::: The data :::
/// Newton's method with backtracking from `theta` (see [`fit_logistic_unchecked`]); returns the solution,
/// the number of steps and the last factorised Hessian used. With `check_first`, a non-finite
/// objective or gradient at the first pass is reported through [`MatrixView::validate`] when the
/// input holds a non-finite value. `chord` is a Hessian to start with (chord steps, see
/// [`CHORD_DECREMENT`]); a chord step that does not decrease the objective is retaken from the
/// same point with the Hessian there.
fn newton(
    loss: &LogisticLoss,
    mut theta: Vec<f64>,
    max_iter: usize,
    tol: f64,
    mut check_first: bool,
    mut chord: Option<Chord>,
) -> Result<(Vec<f64>, usize, Option<Chord>)> {
    let p = theta.len();
    let wsum = loss.weight_sum();

    // The last accepted point, its objective, the Newton step taken from it and the step length.
    let mut last: Option<(Vec<f64>, f64, Vec<f64>, f64)> = None;
    // Decrement of the last chord step (infinite after a fresh Newton step).
    let mut prev_chord_dec = f64::INFINITY;
    let mut it = 0;
    loop {
        let ev = loss.evaluate(&theta, chord.is_none());
        if check_first {
            check_first = false;
            if !(ev.f.is_finite() && ev.grad.iter().all(|g| g.is_finite())) {
                loss.x.validate("X", 1)?;
            }
        }
        if let Some((base, f_base, step, t)) = last.take() {
            let decreased = ev.f.is_finite() && ev.f <= f_base + 1e-12 * f_base.abs().max(1.0);
            if !decreased {
                if chord.is_some() {
                    // The old Hessian gave a poor step: retake it from `base` with the Hessian
                    // there.
                    chord = None;
                    prev_chord_dec = f64::INFINITY;
                    theta = base;
                    continue;
                }
                let t = 0.5 * t;
                if t < 1e-12 {
                    // No further decrease possible at double precision: this is the optimum.
                    return Ok((base, it, chord));
                }
                theta = (0..p).map(|j| base[j] - t * step[j]).collect();
                last = Some((base, f_base, step, t));
                continue;
            }
            let smax = (0..p).fold(0.0f64, |a, j| a.max((t * step[j]).abs()));
            if smax < 1e-13 * (1.0 + theta.iter().fold(0.0f64, |a, v| a.max(v.abs()))) {
                return Ok((theta, it, chord));
            }
        }
        let grad = ev.grad;
        let gmax = grad.iter().fold(0.0f64, |a, v| a.max(v.abs()));
        if gmax <= tol * wsum.max(1.0) {
            return Ok((theta, it, chord));
        }
        if it == max_iter {
            return Err(Error::Numerical {
                context: "weighted logistic regression".into(),
                reason: format!("no convergence in {max_iter} Newton iterations (largest gradient entry {gmax:.3e}); raise max_iter or l2"),
            });
        }
        let is_chord = chord.is_some();
        let (llt, factor) = match chord.take() {
            Some(c) => c,
            None => {
                let mut h = ev.hess.expect("a pass without a kept Hessian computes one");
                // A tiny ridge on the diagonal keeps separable or collinear problems solvable.
                let jitter = 1e-12 * (1.0 + (0..p).map(|j| h[(j, j)]).fold(0.0, f64::max));
                for j in 0..p {
                    h[(j, j)] += jitter;
                }
                let llt = h.llt(Side::Lower).map_err(|e| Error::Numerical {
                    context: "weighted logistic Newton step".into(),
                    reason: format!(
                        "{e:?}; the classes may be perfectly separable, try a larger l2"
                    ),
                })?;
                (llt, 1.0)
            }
        };
        let sol = llt.solve(Mat::<f64>::from_fn(p, 1, |i, _| grad[i]));
        let step: Vec<f64> = (0..p).map(|j| factor * sol[(j, 0)]).collect();
        let decrement: f64 = step.iter().zip(&grad).map(|(a, b)| a * b).sum();
        it += 1;
        let next: Vec<f64> = (0..p).map(|j| theta[j] - step[j]).collect();
        if decrement.is_finite() && (0.0..=1e-14 * wsum.max(1.0)).contains(&decrement) {
            // Inside the region of quadratic convergence: the full step is the solution to
            // within rounding; no further pass is needed.
            return Ok((next, it, Some((llt, factor))));
        }
        let keep = if is_chord {
            decrement * CHORD_CONTRACTION <= prev_chord_dec
        } else {
            decrement <= CHORD_DECREMENT * wsum.max(1.0)
        };
        prev_chord_dec = if is_chord { decrement } else { f64::INFINITY };
        if keep {
            chord = Some((llt, factor));
        }
        last = Some((theta, ev.f, step, 1.0));
        theta = next;
    }
}

fn unscale(theta: &[f64], mean: &[f64], scale: &[f64], iters: usize) -> (Vec<f64>, f64, usize) {
    let d = mean.len();
    let coef: Vec<f64> = (0..d).map(|j| theta[j] / scale[j]).collect();
    let intercept = theta[d] - (0..d).map(|j| coef[j] * mean[j]).sum::<f64>();
    (coef, intercept, iters)
}

/// Importance-weighted ridge regression. See the module docs for the objective.
#[derive(Debug, Clone, PartialEq)]
pub struct WeightedRidge {
    /// Penalty strength a >= 0 (default 1.0; sklearn's Ridge(alpha = a)).
    pub l2: f64,
}

impl Default for WeightedRidge {
    fn default() -> Self {
        Self { l2: 1.0 }
    }
}

impl WeightedRidge {
    /// Defaults: l2 = 1.
    pub fn new() -> Self {
        Self::default()
    }
    /// Penalty strength (>= 0).
    pub fn l2(mut self, l2: f64) -> Self {
        self.l2 = l2;
        self
    }

    /// Fits on rows `x`, targets `y`, optional non-negative weights.
    pub fn fit(
        &self,
        x: MatrixView,
        y: &[f64],
        sample_weight: Option<&[f64]>,
    ) -> Result<LinearModel> {
        if !(self.l2.is_finite() && self.l2 >= 0.0) {
            return Err(Error::param(
                "l2",
                format!("must be finite and >= 0, got {}", self.l2),
            ));
        }
        x.validate("X", 1)?;
        if y.len() != x.rows() {
            return Err(Error::LengthMismatch {
                argument: "y".into(),
                expected: x.rows(),
                found: y.len(),
            });
        }
        if let Some(i) = y.iter().position(|v| !v.is_finite()) {
            return Err(Error::NonFinite {
                argument: "y".into(),
                row: i,
                column: 0,
                value: y[i],
            });
        }
        let ones;
        let w = match sample_weight {
            Some(w) => {
                validate_weights(w, x.rows(), "sample_weight")?;
                w
            }
            None => {
                ones = vec![1.0; x.rows()];
                &ones
            }
        };
        let d = x.cols();
        let wsum: f64 = w.iter().sum();
        let mut xm = vec![0.0; d];
        let mut ym = 0.0;
        for i in 0..x.rows() {
            for (a, v) in xm.iter_mut().zip(x.row(i)) {
                *a += w[i] * v;
            }
            ym += w[i] * y[i];
        }
        xm.iter_mut().for_each(|v| *v /= wsum);
        ym /= wsum;
        let (gram, xty) = par::reduce_chunks(
            x.rows(),
            (vec![0.0; d * d], vec![0.0; d]),
            |s, e| {
                let m = e - s;
                let mut zc = vec![0.0; m * d];
                let mut xty = vec![0.0; d];
                for (r, i) in (s..e).enumerate() {
                    let sw = w[i].sqrt();
                    let yc = y[i] - ym;
                    for j in 0..d {
                        let c = x.row(i)[j] - xm[j];
                        zc[r * d + j] = sw * c;
                        xty[j] += w[i] * c * yc;
                    }
                }
                let zm = MatRef::from_row_major_slice(&zc, m, d);
                let mut h = Mat::<f64>::zeros(d, d);
                faer::linalg::matmul::matmul(
                    h.as_mut(),
                    faer::Accum::Replace,
                    zm.transpose(),
                    zm,
                    1.0,
                    Par::Seq,
                );
                (
                    (0..d * d).map(|k| h[(k / d, k % d)]).collect::<Vec<f64>>(),
                    xty,
                )
            },
            |acc, part| {
                par::add_into(&mut acc.0, &part.0);
                par::add_into(&mut acc.1, &part.1);
            },
        );
        // Squares of values near 1e155 and beyond overflow: that is the input's scale, not a
        // numerical failure of the solver, so it is reported as such.
        if let Some(k) = gram.iter().chain(&xty).position(|v| !v.is_finite()) {
            let j = if k < d * d { k / d } else { k - d * d };
            return Err(Error::param(
                "X",
                format!(
                    "column {j} (or `y`) is so large in magnitude that weighted sums of squares \
                     overflow; rescale it (e.g. to other units) before fitting"
                ),
            ));
        }
        let mut h = Mat::<f64>::from_fn(d, d, |i, j| gram[i * d + j]);
        for j in 0..d {
            h[(j, j)] += self.l2;
        }
        let llt = h.llt(Side::Lower).map_err(|e| Error::Numerical {
            context: "weighted ridge solve".into(),
            reason: format!("{e:?}; the features are collinear, use l2 > 0"),
        })?;
        let sol = llt.solve(Mat::<f64>::from_fn(d, 1, |i, _| xty[i]));
        let coef: Vec<f64> = (0..d).map(|j| sol[(j, 0)]).collect();
        let intercept = ym - coef.iter().zip(&xm).map(|(a, b)| a * b).sum::<f64>();
        Ok(LinearModel {
            kind: LinearKind::Ridge,
            coef,
            intercept,
            l2: self.l2,
            n_iter: 0,
        })
    }
}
:::
Exercise brief
Extract exactly and only the lines above from the line containing "let d = x.cols();" through the line containing "of squares \", both end lines included.

Response to this exercise
        let d = x.cols();
        let wsum: f64 = w.iter().sum();
        let mut xm = vec![0.0; d];
        let mut ym = 0.0;
        for i in 0..x.rows() {
            for (a, v) in xm.iter_mut().zip(x.row(i)) {
                *a += w[i] * v;
            }
            ym += w[i] * y[i];
        }
        xm.iter_mut().for_each(|v| *v /= wsum);
        ym /= wsum;
        let (gram, xty) = par::reduce_chunks(
            x.rows(),
            (vec![0.0; d * d], vec![0.0; d]),
            |s, e| {
                let m = e - s;
                let mut zc = vec![0.0; m * d];
                let mut xty = vec![0.0; d];
                for (r, i) in (s..e).enumerate() {
                    let sw = w[i].sqrt();
                    let yc = y[i] - ym;
                    for j in 0..d {
                        let c = x.row(i)[j] - xm[j];
                        zc[r * d + j] = sw * c;
                        xty[j] += w[i] * c * yc;
                    }
                }
                let zm = MatRef::from_row_major_slice(&zc, m, d);
                let mut h = Mat::<f64>::zeros(d, d);
                faer::linalg::matmul::matmul(
                    h.as_mut(),
                    faer::Accum::Replace,
                    zm.transpose(),
                    zm,
                    1.0,
                    Par::Seq,
                );
                (
                    (0..d * d).map(|k| h[(k / d, k % d)]).collect::<Vec<f64>>(),
                    xty,
                )
            },
            |acc, part| {
                par::add_into(&mut acc.0, &part.0);
                par::add_into(&mut acc.1, &part.1);
            },
        );
        // Squares of values near 1e155 and beyond overflow: that is the input's scale, not a
        // numerical failure of the solver, so it is reported as such.
        if let Some(k) = gram.iter().chain(&xty).position(|v| !v.is_finite()) {
            let j = if k < d * d { k / d } else { k - d * d };
            return Err(Error::param(
                "X",
                format!(
                    "column {j} (or `y`) is so large in magnitude that weighted sums of squares \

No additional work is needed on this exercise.